*** THE DATA Section Begins ***

def render_note_pdf(view: Mapping[str, Any], figures: Sequence[Mapping[str, Any]] = ()) -> bytes:
    """The note as PDF bytes, from the view model and the figures' PNG renderings."""
    v = view
    figs = {f["id"]: f for f in figures if f.get("png")}
    footer = "uvcheck screening note - not a certification" + (" - INVENTED DEMONSTRATION" if v["invented"] else "")
    pdf = _new(footer, f"{v['title']} - {v['subtitle']}")
    if v["invented"]:
        _box(pdf, None, v["invented_text"], (255, 244, 220), (122, 75, 0), size=8.5, dashed=True)
    _para(pdf, f"{v['subtitle']} · {v['provenance']['date']}", size=8, color=MUTED)
    _para(pdf, v["title"], size=15, style="B", h=7)
    pdf.ln(1)
    _box(pdf, None, v["local_codes"], (238, 242, 247), (47, 79, 127), size=8.5,
         bold_lead=v["screening_title"] + ".")
    _box(pdf, "Finding", v["finding"], (245, 245, 242), (212, 212, 212), size=9.5)
    if v.get("risk"):
        rk = v["risk"]
        lead = " ".join(x for x in (rk["headline"], rk.get("qualifier"), rk.get("where")) if x) + "."
        extra = [("", rk["other"])] if rk.get("other") else []
        if rk.get("borderline_text"):  # a borderline group in bold, as the HTML marks it
            extra.append(("B" if rk.get("borderline") else "", rk["borderline_text"]))
        if rk.get("probability"):
            extra.append(("", rk["probability"] + (f" {rk['by_rule']}" if rk.get("by_rule") else "")))
        _box(pdf, "Overall risk group (IEC 62471)" + (" — estimate" if rk.get("estimate") else ""),
             rk["detail"], (255, 255, 255), GROUP_BORDER.get(rk.get("group") or "", (120, 120, 120)),
             size=8.5, bold_lead=lead, extra=extra)
    kc = v["key_caution"]
    _box(pdf, "Most important caution", kc["text"], (255, 245, 243), (166, 27, 27), size=8.5,
         bold_lead=kc["title"] + ".")
    p = v.get("product")
    if p:
        _heading(pdf, "The product as sold", 11)
        _para(pdf, p["name"], size=9, style="B")
        if p.get("listing_text"):
            _para(pdf, f"“{p['listing_text']}”", size=8.5, style="I")
        if p.get("seller_note"):
            _para(pdf, p["seller_note"], size=8, color=MUTED)
        pdf.ln(1)
        _facts(pdf, p.get("facts") or [])
    if v.get("claims"):
        _heading(pdf, "Claims and verdicts", 11)
        _para(pdf, (v.get("claims_summary") or "") + " " + (
            f"Decision rule: {v['decision_rule']}" if v.get("decision_rule") else
            "A claim “cannot hold” only when even the most favourable reading of the data falls "
            "short; the margin says by how much."), size=7.5)
        rows = [(f"“{c['text']}”", c["verdict_text"],
                 f"needed: {c['needed']}\navailable: {c['available']}" if c["needed"] != "—"
                 or c["available"] != "—" else "—", c["ratio"],
                 c["basis"] + (f"\nAssumed: {'; '.join(c['assumptions'])}" if c["assumptions"] else ""))
                for c in v["claims"]]
        _table(pdf, ("Claim as sold", "Verdict", "Needed → available", "Margin", "Basis"), rows,
               (19, 11, 25, 10, 35), verdict_col=1, verdicts=[c["verdict"] for c in v["claims"]],
               bold_col=0, size=7.2)
    elif v.get("listed_claims"):
        _heading(pdf, "Claims as sold", 11)
        for c in v["listed_claims"]:
            _para(pdf, f"•  “{c}”", size=8.5)
        _para(pdf, "No verdicts are part of this result.", size=8, color=MUTED)

    if v.get("bands") or figs.get("spectrum"):
        _heading(pdf, "What it emits")
        if v.get("bands"):
            _table(pdf, ("Band", "Range", "Irradiance", "Share", "Coverage", "Status"),
                   [(b["band"], b["range"], b["value"], b["fraction"], b["coverage"], b["status"])
                    for b in v["bands"]], (18, 14, 30, 10, 10, 18))
            if v.get("band_convention"):
                _para(pdf, v["band_convention"], size=7, color=MUTED)
        if v.get("spectral"):
            _facts(pdf, v["spectral"])
        if figs.get("spectrum"):
            _figure(pdf, figs["spectrum"])
    if v.get("hazards"):
        _heading(pdf, "Photobiological hazards (IEC 62471)")
        rk = v.get("risk") or {}
        _para(pdf, f"Assessed at {rk.get('distance', '—')}"
              + (f" — {v['hazard_note']}" if v.get("hazard_note") else "") + ". “Limit” is the "
              "Exempt limit of IEC 62471:2006 Table 6.1 (skin thermal: its 10 s exposure limit, no "
              "risk groups); “max. exposure” is the permissible time at this distance; “coverage” "
              f"is the share of the hazard's weighting range that was {v.get('data_word', 'measured')}.", size=7.5)
        _table(pdf, ("Hazard", "Value", "Limit", "Value / limit", "Max. exposure", "Group",
                     "At", "Cov."),
               [(f"{h['name']} ({h['symbol']})",
                 h["value"] + (f"\n{h['interval']}" if h.get("interval") else ""), h["limit"],
                 h["ratio_text"], h["t_max"] + (f"\n{h['t_max_interval']}" if h.get("t_max_interval") else ""),
                 h["group"] + ("\nborderline" if h.get("borderline") else ""), h["distance"],
                 h["coverage"]) for h in v["hazards"]],
               (21, 18, 16, 9, 15, 11, 5, 5), size=7.2, bold_col=5)
        if figs.get("hazards"):
            _figure(pdf, figs["hazards"])
        ud = rk.get("use_distance")
        if ud:
            _subheading(pdf, f"At the distance of use, {ud['distance']}")
            _table(pdf, ("Hazard", "Value", "Max. exposure", "Group"),
                   [(f"{h['name']} ({h['symbol']})",
                     h["value"] + (f"\n{h['interval']}" if h.get("interval") else ""),
                     h["t_max"] + (f"\n{h['t_max_interval']}" if h.get("t_max_interval") else ""),
                     h["group"] + ("\nborderline" if h.get("borderline") else ""))
                    for h in ud["rows"]],
                   (35, 30, 25, 10), size=7.2)
        u = v.get("uncertainty")
        if u:
            _subheading(pdf, "Measurement uncertainty")
            _para(pdf, u["text"], size=7.2)
            if u.get("evaluated"):
                _para(pdf, f"Probability of each overall risk group: {u.get('overall') or '—'}"
                      + (f"; under the decision rule ({u['rule']}): {u['overall_by_rule']}"
                         if u.get("overall_by_rule") else "") + ". "
                      + (f"Borderline (the 95 % interval spans a group boundary): "
                         f"{', '.join(u['borderline'])}." if u.get("borderline") else
                         "No hazard is borderline."), size=7.2)
                if u.get("rule_text"):
                    _para(pdf, u["rule_text"], size=7.2, color=MUTED)
    g = v.get("germicidal")
    if g:
        _heading(pdf, "Germicidal output")
        _para(pdf, g.get("statement") or "", size=8.5)
        pdf.ln(1)
        facts = [{"label": "UV-C (200–280 nm)", "value": g["uvc"]},
                 {"label": "Far-UVC (200–235 nm)", "value": g["far_uvc"]}]
        if g.get("violet_blue"):
            facts.append({"label": "Violet-blue (about 405 nm), weighted", "value": g["violet_blue"]})
        facts.append({"label": "Where", "value": g["position"] + (
            f" ({g['distance']})" if g.get("distance") not in (None, "—") else "")})  # as the HTML
        if g.get("technology"):
            facts.append({"label": "Emitter type", "value": f"{g['technology']} — {g['technology_basis']}"})
        facts.append({"label": "Ozone (output below 240 nm)",
                      "value": f"{g['ozone']['status']}: {g['ozone']['note']}"})
        _facts(pdf, facts)
        if g.get("artefacts"):
            _box(pdf, None, "; ".join(g["artefacts"]) + ".", (255, 249, 232), (192, 138, 0),
                 size=8, bold_lead="Suspect signal.")
        if g.get("spectra"):
            _table(pdf, ("Action spectrum", "Effective irradiance", "254-nm-equivalent"),
                   [(s["label"] + (" (from memory)" if s["from_memory"] else ""), s["value"], s["equivalent"])
                    for s in g["spectra"]], (30, 40, 30), size=7.5)
        if g.get("highlight"):
            _subheading(pdf, f"Times to 90 % and 99.9 % ({g['pathway']})")
            def _times(t: str, iv: str | None, rng: str | None) -> str:
                return t + (f"\n95\u00a0%: {iv}" if iv else "") + (f"\nstudies: {rng}" if rng else "")

            _table(pdf, ("", "Organism", "Medium", "Data at", "Lamp, equivalent", "90 %", "99.9 %", "Reliability"),
                   [(o["label"], o["organism"], o["medium"], o["wavelength"], o["irradiance"],
                     _times(o["t90"], o.get("t90_interval"), o["t90_range"]),
                     _times(o["t999"], o.get("t999_interval"), o["t999_range"]), o["reliability"])
                    for o in g["highlight"]], (15, 17, 10, 8, 17, 13, 13, 10), size=7.2)
            _para(pdf, g.get("times_caption") or "", size=7, color=MUTED)
        if g.get("organisms"):
            _subheading(pdf, f"All {len(g['organisms'])} organisms in uvcheck's table for this "
                        "pathway (fastest first)", size=8.5)
            _table(pdf, ("Organism", "Medium", "Data at", "90 %", "99.9 %", "Reliability", "Source"),
                   [(o["organism"], o["medium"], o["wavelength"], o["t90"], o["t999"], o["reliability"],
                     o["source"] or "") for o in g["organisms"]], (22, 10, 8, 10, 12, 9, 29), size=6.6)
    r = v.get("room")
    if r:
        _heading(pdf, "In the room")
        _facts(pdf, [{"label": "Room", "value": f"{r['size']} ({r['volume']}), wall reflectance {r['reflectance']}"},
                     {"label": "Lamp", "value": f"at {r['lamp_at']}, {r['pattern']}; UV-C flux {r['uvc_flux']} ({r['flux_basis']})"},
                     {"label": "Air: volume-average fluence rate", "value": r["fluence_avg"]}])
        if r.get("plane"):
            _subheading(pdf, f"Work plane at {r['plane_height']}")
            _table(pdf, [p["label"] for p in r["plane"]], [[p["value"] for p in r["plane"]]],
                   [1] * len(r["plane"]), size=7.5)
        if r.get("air"):
            _table(pdf, ("Organism (air)", "eACH [1/h]", "90 %", "99.9 %"),
                   [(a["organism"] + (" (bound)" if a["bound"] else ""), a["each"], a["t90"], a["t999"])
                    for a in r["air"]], (40, 20, 20, 20), size=7.5)
        o = r["occupant"]
        _box(pdf, None, f"UV-C {o['uvc']}, {o.get('symbol', 'E_S')} {o['e_s']}; 8-hour actinic limit reached in {o['t_limit']}"
             + (" — exceeds the 8-hour limit" if o["exceeds"] else "")
             + (f". {o['fov']}" if o.get("fov") else "") + f" {o['limit']}. {o['note']}",
             (255, 249, 232) if o["exceeds"] else (255, 255, 255), (192, 138, 0), size=8,
             bold_lead=f"Occupant at eye height {o['eye_height']}:")
        if figs.get("room"):
            _figure(pdf, figs["room"])
        for n in r.get("notes") or []:
            _para(pdf, f"•  {n}", size=7.5, color=MUTED)
    if v.get("plausibility"):
        _heading(pdf, "Checks on the stated data")
        _table(pdf, ("What was checked", "Result", "Why"),
               [(f["subject"] or "", f["status_text"], f"{f['message']} ({f['basis']})") for f in v["plausibility"]],
               (30, 14, 56), verdict_col=1, verdicts=[f["status"] for f in v["plausibility"]], size=7.5)
    _heading(pdf, "What could not be assessed")
    if v["not_assessed"]:
        for n in v["not_assessed"]:
            _para(pdf, f"•  {n['what']}: {n['why']}", size=8.3)
    else:
        _para(pdf, "Everything this check covers could be assessed from the data.", size=8.5)
    _heading(pdf, "Cautions")
    for c in v["cautions"]:
        _lead_para(pdf, f"•  {c['title']}.", c["text"], 8.5, pdf.l_margin, BODY_W_MM, 4.0)
        _para(pdf, f"    Shown because {c['reason']}.", size=7, style="I", color=MUTED)
        pdf.ln(0.8)
    pdf.ln(1)
    _box(pdf, "What this check does not cover", v["does_not_cover"] + " " + v["local_codes"],
         (238, 242, 247), (47, 79, 127), size=8.5)
    _heading(pdf, "Method and provenance")
    pv = v["provenance"]
    facts = list(pv["inputs"]) + [{"label": "Tool", "value": pv["tool"] + (f" (result schema {pv['schema']})" if pv.get("schema") else "")},
                                  {"label": "Date of this note", "value": pv["date"]}]
    _facts(pdf, facts, size=7.5)
    if pv.get("references"):
        _subheading(pdf, "Reference tables used")
        _table(pdf, ("Table", "Source and edition", "Digits from"),
               [(f"{x['name']} ({x['id']})" + (f"\ndata/{x['file']}" if x.get("file") else "")
                 + (f"\nsha256 {x['sha256'][:16]}…" if x.get("sha256") else ""),
                 (x.get("source") or "") + (f"\nEdition: {x['edition']}" if x.get("edition") else "")
                 + (f"\nFrom memory: {x['from_memory']}" if x.get("from_memory") and x["from_memory"] != "none" else ""),
                 x.get("digits_from") or "") for x in pv["references"]], (32, 40, 28), size=6.8)
    if pv.get("assumptions"):
        _subheading(pdf, "Assumptions", min_space_mm=20)
        for a in pv["assumptions"]:
            _para(pdf, f"•  {a}", size=7.2)
    if pv.get("warnings"):
        _subheading(pdf, "Warnings from the import", min_space_mm=20)
        for w in pv["warnings"]:
            _para(pdf, f"•  {w}", size=7.2)
    pdf.ln(1)
    _para(pdf, pv["pdf_choice"], size=7, color=MUTED)
    return bytes(pdf.output())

*** THE DATA Section Ends ***

#### AIM OF THE TASK:
Please copy each line of the material that has the string "HTML" somewhere in it.

#### ANSWER AREA:
        if rk.get("borderline_text"):  # a borderline group in bold, as the HTML marks it
            f" ({g['distance']})" if g.get("distance") not in (None, "—") else "")})  # as the HTML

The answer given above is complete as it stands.